§ Your objective:
Return the records exactly, with nothing added.

(Collected data entries)
═══
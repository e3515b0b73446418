import type { Knex } from 'knex';

type KeyRow = {
  person_id: string;
  key: string;
  request_hash: string;
  status: number;
  response: string;
  created_at: string;
};

export async function answerForKey(
  db: Knex,
  { personId, key }: { personId: string; key: string },
): Promise<KeyRow | null> {
  return (await db<KeyRow>('idempotency_keys').where({ person_id: personId, key }).first()) ?? null;
}

export async function insertKey(db: Knex, row: KeyRow): Promise<void> {
  await db<KeyRow>('idempotency_keys').insert(row);
}

/** Keys live longer than any tablet keeps an unsent entry; then they only take room. */
export async function deleteKeysBefore(db: Knex, instant: string): Promise<void> {
  await db<KeyRow>('idempotency_keys').where('created_at', '<', instant).delete();
}
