import { useInfiniteQuery, useQuery } from '@tanstack/react-query';
import { boardQuery } from '@windrow/client/board/board-queries';
import { useNow } from '@windrow/client/clock/use-now';
import { sessionQuery } from '@windrow/client/session/session';
import { Button } from '@windrow/ui/controls/button';
import { ReadFault, WriteFault } from '@windrow/ui/controls/faults';
import { EmptyState, LoadingState } from '@windrow/ui/controls/states';
import type { Session } from '@windrow/ventilation/contract/session';
import { useEffect } from 'react';
import { useParams } from 'react-router-dom';
import { amendedFrom } from './amended-from.ts';
import { RecordItem } from './record-item.tsx';
import { recordQuery } from './record-query.ts';

const MINUTE_MS = 60_000;

/** Everything that stands in the record of the stay in this bed. */
export function RecordTab() {
  const { unitId = '', bedId = '' } = useParams();
  const { data: session } = useQuery(sessionQuery());
  const { data: board } = useQuery(boardQuery(unitId, 'staff'));
  const bed = board?.beds.find((one) => one.bedId === bedId);
  if (!session || !board || !bed?.stay) return null;
  return (
    <StayRecord
      key={bed.stay.stayId}
      stayId={bed.stay.stayId}
      revision={bed.revision}
      session={session}
      unitId={unitId}
      amendPath={`/beds/${unitId}/${bedId}/record/amend`}
      timeZone={board.unit.timeZone}
    />
  );
}

type StayRecordProps = {
  stayId: string;
  revision: number;
  session: Session;
  unitId: string;
  amendPath: string;
  timeZone: string;
};

function StayRecord({ stayId, revision, session, unitId, amendPath, timeZone }: StayRecordProps) {
  const now = useNow(MINUTE_MS);
  const record = useInfiniteQuery(recordQuery(stayId));
  const { refetch } = record;
  // The live link tells of a new fact by the bed's revision; the list is read again with it.
  useEffect(() => void (revision && refetch()), [revision, refetch]);

  if (record.isPending) return <LoadingState what="the record" />;
  if (!record.data)
    return <ReadFault error={record.error} what="The record" onRetry={() => void refetch()} />;
  const entries = record.data.pages.flatMap((page) => page.items);
  if (entries.length === 0) return <EmptyState title="Nothing is recorded in this stay yet" />;
  const amendedBy = amendedFrom(entries);

  return (
    <section aria-label="Record" className="mx-auto flex w-full max-w-4xl flex-col gap-3">
      {record.isError && <WriteFault error={record.error} />}
      <ol className="flex flex-col gap-2">
        {entries.map((entry) => (
          <li key={entry.observationId}>
            <RecordItem
              entry={entry}
              stayId={stayId}
              amendment={entry.amendedBy === null ? null : (amendedBy.get(entry.observationId) ?? 'not-read')}
              session={session}
              unitId={unitId}
              amendPath={amendPath}
              now={now}
              timeZone={timeZone}
            />
          </li>
        ))}
      </ol>
      {record.hasNextPage ? (
        <Button disabled={record.isFetchingNextPage} onClick={() => void record.fetchNextPage()}>
          {record.isFetchingNextPage ? 'Reading older entries …' : 'Older entries'}
        </Button>
      ) : (
        <p className="text-center text-ink-muted">The stay begins here.</p>
      )}
    </section>
  );
}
═══
§ Response:
repository e3515b0b73446418
import type { Knex } from 'knex';

type KeyRow = {
  person_id: string;
  key: string;
  request_hash: string;
  status: number;
  response: string;
  created_at: string;
};

export async function answerForKey(
  db: Knex,
  { personId, key }: { personId: string; key: string },
): Promise<KeyRow | null> {
  return (await db<KeyRow>('idempotency_keys').where({ person_id: personId, key }).first()) ?? null;
}

export async function insertKey(db: Knex, row: KeyRow): Promise<void> {
  await db<KeyRow>('idempotency_keys').insert(row);
}

/** Keys live longer than any tablet keeps an unsent entry; then they only take room. */
export async function deleteKeysBefore(db: Knex, instant: string): Promise<void> {
  await db<KeyRow>('idempotency_keys').where('created_at', '<', instant).delete();
}
import { useInfiniteQuery, useQuery } from '@tanstack/react-query';
import { boardQuery } from '@windrow/client/board/board-queries';
import { useNow } from '@windrow/client/clock/use-now';
import { sessionQuery } from '@windrow/client/session/session';
import { Button } from '@windrow/ui/controls/button';
import { ReadFault, WriteFault } from '@windrow/ui/controls/faults';
import { EmptyState, LoadingState } from '@windrow/ui/controls/states';
import type { Session } from '@windrow/ventilation/contract/session';
import { useEffect } from 'react';
import { useParams } from 'react-router-dom';
import { amendedFrom } from './amended-from.ts';
import { RecordItem } from './record-item.tsx';
import { recordQuery } from './record-query.ts';

const MINUTE_MS = 60_000;

/** Everything that stands in the record of the stay in this bed. */
export function RecordTab() {
  const { unitId = '', bedId = '' } = useParams();
  const { data: session } = useQuery(sessionQuery());
  const { data: board } = useQuery(boardQuery(unitId, 'staff'));
  const bed = board?.beds.find((one) => one.bedId === bedId);
  if (!session || !board || !bed?.stay) return null;
  return (
    <StayRecord
      key={bed.stay.stayId}
      stayId={bed.stay.stayId}
      revision={bed.revision}
      session={session}
      unitId={unitId}
      amendPath={`/beds/${unitId}/${bedId}/record/amend`}
      timeZone={board.unit.timeZone}
    />
  );
}

type StayRecordProps = {
  stayId: string;
  revision: number;
  session: Session;
  unitId: string;
  amendPath: string;
  timeZone: string;
};

function StayRecord({ stayId, revision, session, unitId, amendPath, timeZone }: StayRecordProps) {
  const now = useNow(MINUTE_MS);
  const record = useInfiniteQuery(recordQuery(stayId));
  const { refetch } = record;
  // The live link tells of a new fact by the bed's revision; the list is read again with it.
  useEffect(() => void (revision && refetch()), [revision, refetch]);

  if (record.isPending) return <LoadingState what="the record" />;
  if (!record.data)
    return <ReadFault error={record.error} what="The record" onRetry={() => void refetch()} />;
  const entries = record.data.pages.flatMap((page) => page.items);
  if (entries.length === 0) return <EmptyState title="Nothing is recorded in this stay yet" />;
  const amendedBy = amendedFrom(entries);

  return (
    <section aria-label="Record" className="mx-auto flex w-full max-w-4xl flex-col gap-3">
      {record.isError && <WriteFault error={record.error} />}
      <ol className="flex flex-col gap-2">
        {entries.map((entry) => (
          <li key={entry.observationId}>
            <RecordItem
              entry={entry}
              stayId={stayId}
              amendment={entry.amendedBy === null ? null : (amendedBy.get(entry.observationId) ?? 'not-read')}
              session={session}
              unitId={unitId}
              amendPath={amendPath}
              now={now}
              timeZone={timeZone}
            />
          </li>
        ))}
      </ol>
      {record.hasNextPage ? (
        <Button disabled={record.isFetchingNextPage} onClick={() => void record.fetchNextPage()}>
          {record.isFetchingNextPage ? 'Reading older entries …' : 'Older entries'}
        </Button>
      ) : (
        <p className="text-center text-ink-muted">The stay begins here.</p>
      )}
    </section>
  );
}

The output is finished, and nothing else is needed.